WHAT THE FUCK IS WRONG WITH MEN? Okay, now I get it. Not all men are this way, and not just men cheat. I’ve cheated before. But we’ll get more into that later. At this point, I had a fairly clean slate when it came to my relationships. I had a hoe phase shortly before he and I got together, in which I made some terrible decisions that affected people as a whole. I thought maybe this was my karma for that.
So I pulled my relationship together. I made him go to premarital counseling, which literally was like one session. He couldn’t stand the idea of someone telling him how to live his life. DON’T CHEAT. That’s it. For the love of God, stop cheating over social media. Stop sending pictures, stop being a goddamn idiot. Nothing grates on my nerves more than that shit. And our world makes it so fucking easy now.
There was one more incident before he and I were to be married. I busted him exchanging pictures with Hannah, the bitch that told me that he had kissed the other girl. Figures, right. You’d think this would be the last straw, but it wasn’t. I knew that he wanted a marriage and a family more than anything. He wouldn’t do anything to jeopardize that. I had told him that the moment he married me, he needed to let all that childish shit go. We were adults. We were going to be parents. He needed to be an example of what our child would look up to. Our son. Yes, I was having a boy.
On September 21st, we got married. None of our family was there, and it was done at the courthouse on base, so it wasn’t fancy by any means. But, I was happy.
I have had about four months in my life where I was truly happy. It’s the most amazing thing, when you literally aren’t worried about anything. I was completely in love with my husband, excited to be a housewife, and I couldn’t wait until my baby boy was born.
We were the only couple of our friends that were married. The rest of them were single Airmen. So our house became home to many of our friends. We had a big Thanksgiving dinner, and Christmas Eve with all of our friends. We were the glue that held everything together. I loved hosting parties. He would invite all his friends over to play video games or Yu-Gi-Oh! and I would make dinner for everyone. I was the hostess. It’s the most fun I’ve ever had.

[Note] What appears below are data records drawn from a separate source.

import { solveLinear } from '../chemistry/linear-solve.ts';
import { PassTrouble } from '../diagnostics/diagnostic.ts';

/** dx/dz of a small system, written into `out`. */
export type Slope = (z: number, x: Float64Array, out: Float64Array) => void;

/** Follows a system that may be stiff; keeps its step from one call to the next. */
export interface ImplicitMarch {
  /** Forget the step of the last call: the next one starts as if it were the first. */
  restart(): void;
  /** Take x from z = `from` to z = `to`, in place. @throws PassTrouble `bed-integration` */
  march(from: number, to: number, x: Float64Array): void;
}

/** Rows of the extrapolation table, the first step being one Euler step, the k-th k of them. */
const ROWS = 9;
const FIRST_ROWS = 6;
/** of the way behind it, below which a step no longer moves z; at the inlet itself steps may be any size */
const SMALLEST_STEP = 1e-14;
const NO_STEP = 1e-60;
const MAX_STEPS = 1000;

/**
 * Extrapolated linearly implicit Euler steps with step and order chosen anew at each step:
 *   (I − s J) Δ = s f(z + s, x),  x ← x + Δ,  s = h/k,  k = 1, 2, 3, ...
 *   T_jk = T_j,k−1 + (T_j,k−1 − T_j−1,k−1)/(j/(j−k+1) − 1)
 * with the Jacobian J by differences at the start of the step. Where a catalyst has brought the gas to
 * equilibrium and only follows it from there, explicit steps must stay as short as the way to equilibrium is; these
 * need not.
 *
 * @param size  number of unknowns, a handful @param tolerance  error of a step, on unknowns of the order of 1
 * @param isPossible  false for an answer to be thrown away and tried again with a shorter step
 * @source P. Deuflhard, SIAM Review 27 (1985) 505-535; E. Hairer, G. Wanner, Solving Ordinary Differential
 *   Equations II, 2nd ed. 1996, sec. IV.9
 */
export function createImplicitMarch(
  size: number,
  slope: Slope,
  tolerance: number,
  isPossible: (x: Float64Array) => boolean,
): ImplicitMarch {
  const width = size + 1;
  const table = Array.from({ length: ROWS }, () => new Float64Array(size));
  const jacobian = new Float64Array(size * size);
  const system = new Float64Array(size * width);
  const f = new Float64Array(size);
  const g = new Float64Array(size);
  const moved = new Float64Array(size);
  /** by row: the step that would just meet the tolerance, and the work it takes per way */
  const fitting = new Float64Array(ROWS);
  const work = new Float64Array(ROWS);
  /** a step of 0 is still to be chosen */
  const kept = { step: 0, rows: FIRST_ROWS };

  function differentiate(z: number, x: Float64Array): void {
    slope(z, x, f);
    for (let c = 0; c < size; c++) {
      const dx = 1e-8 * Math.max(Math.abs(x[c]), 1e-3);
      moved.set(x);
      moved[c] += dx;
      slope(z, moved, g);
      for (let r = 0; r < size; r++) jacobian[r * size + c] = (g[r] - f[r]) / dx;
    }
  }

  /** k linearly implicit Euler steps over h; false where they lead nowhere */
  function euler(z: number, x: Float64Array, h: number, k: number, out: Float64Array): boolean {
    const s = h / k;
    out.set(x);
    for (let step = 1; step <= k; step++) {
      slope(z + step * s, out, g);
      for (let r = 0; r < size; r++) {
        for (let c = 0; c < size; c++) {
          system[r * width + c] = (r === c ? 1 : 0) - s * jacobian[r * size + c];
        }
        system[r * width + size] = s * g[r];
      }
      if (!solveLinear(system, size)) return false;
      for (let r = 0; r < size; r++) out[r] += system[r * width + size];
    }
    return true;
  }

  /** Extrapolate row j; the estimate of its error in units of the tolerance, NaN where there is none. */
  function extrapolate(j: number, x: Float64Array): number {
    for (let k = j; k > 0; k--) {
      const ratio = (j + 1) / k - 1;
      const upper = table[k];
      const lower = table[k - 1];
      for (let r = 0; r < size; r++) lower[r] = upper[r] + (upper[r] - lower[r]) / ratio;
    }
    let sum = 0;
    for (let r = 0; r < size; r++) {
      sum += ((table[0][r] - table[1][r]) / (tolerance * (1 + Math.abs(x[r])))) ** 2;
    }
    return Math.sqrt(sum / size);
  }

  /** Try one step; true when x has been moved by h. Either way the next step and its rows are chosen. */
  function tryStep(z: number, h: number, x: Float64Array): boolean {
    let cost = size + 1;
    let last = 1;
    let before = Number.POSITIVE_INFINITY;
    for (let j = 0; j < Math.min(kept.rows + 2, ROWS); j++) {
      if (!euler(z, x, h, j + 1, table[j])) return shorten(0.25 * h, last);
      cost += j + 1;
      if (j === 0) continue;
      const error = extrapolate(j, x);
      last = j;
      if (!Number.isFinite(error)) return shorten(0.1 * h, last);
      const factor = 0.9 * (0.9 / Math.max(error, 1e-12)) ** (1 / (j + 1));
      fitting[j] = h * Math.min(Math.max(factor, 0.05), 5);
      work[j] = cost / fitting[j];
      if (error <= 1) {
        if (!isPossible(table[0])) return shorten(0.25 * h, last);
        x.set(table[0]);
        lengthen(j, cost);
        return true;
      }
      if (j > 1 && error > 2 * before) break;
      before = error;
    }
    return shorten(Math.min(fitting[last], 0.5 * h), last);
  }

  function shorten(step: number, row: number): false {
    kept.step = step;
    kept.rows = Math.max(2, Math.min(kept.rows, row));
    return false;
  }

  /** One row less where that is cheaper per way, one more where the last one was worth it. */
  function lengthen(j: number, cost: number): void {
    const less = j > 1 && work[j - 1] < 0.8 * work[j];
    const more = !less && j < ROWS - 2 && (j < 2 || work[j] < 0.9 * work[j - 1]);
    kept.rows = Math.max(2, less ? j - 1 : more ? j + 1 : j);
    kept.step = less ? fitting[j - 1] : fitting[j] * (more ? (cost + j + 2) / cost : 1);
  }

  return {
    restart() {
      kept.step = 0;
      kept.rows = FIRST_ROWS;
    },
    march(from, to, x) {
      if (kept.step === 0) {
        slope(from, x, f);
        kept.step = firstStep(f);
      }
      let z = from;
      for (let steps = 0; z < to; steps++) {
        const wanted = kept.step;
        const isLast = z + 1.01 * wanted >= to;
        const h = isLast ? to - z : wanted;
        if (steps > MAX_STEPS || h < Math.max(SMALLEST_STEP * z, NO_STEP)) throw lost(z);
        differentiate(z, x);
        if (!tryStep(z, h, x)) continue;
        z = isLast ? to : z + h;
        // A step cut short by the end says little of the next one.
        if (isLast) kept.step = Math.max(kept.step, wanted);
      }
    },
  };
}

/**
 * A first step that is short enough for the steepest start: it moves no unknown by more than 1e-5. With a longer one
 * a gas may be thrown beyond all that can react, where every estimate of the error is 0.
 */
export function firstStep(slope: Float64Array): number {
  let steepest = 0.01;
  for (const rise of slope) steepest = Math.max(steepest, Math.abs(rise));
  return 1e-5 / steepest;
}

function lost(z: number): PassTrouble {
  return new PassTrouble(
    'bed-integration',
    `The gas cannot be followed beyond ${(100 * z).toPrecision(3)} % of the bed.`,
    'rates or enthalpy change faster there than steps can be made short: a gas below its dew point, or one that lacks what the rate law is singular without',
    'check temperature, pressure and composition of the inlet and the amount of catalyst',
  );
}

Being a wife had calmed the wild side in me. I don’t know how, but everything was coming together. I hadn’t had any issue with my husband, and we were honestly so excited for our baby. We bought him only the best of stuff. His nursery theme was Ocean Wonders and we spared no expense. One thing about my husband I’ve always admired, is the fact that money was never an issue. The military basically paid for everything and left overs was used to pay whatever we want. And he spoiled me. Boy, did he spoil me. And in return, I treated him like a king. He never asked it of me, but I wanted to do it for him. He deserved it. I was happy, in love, and waiting for my son to make his debut.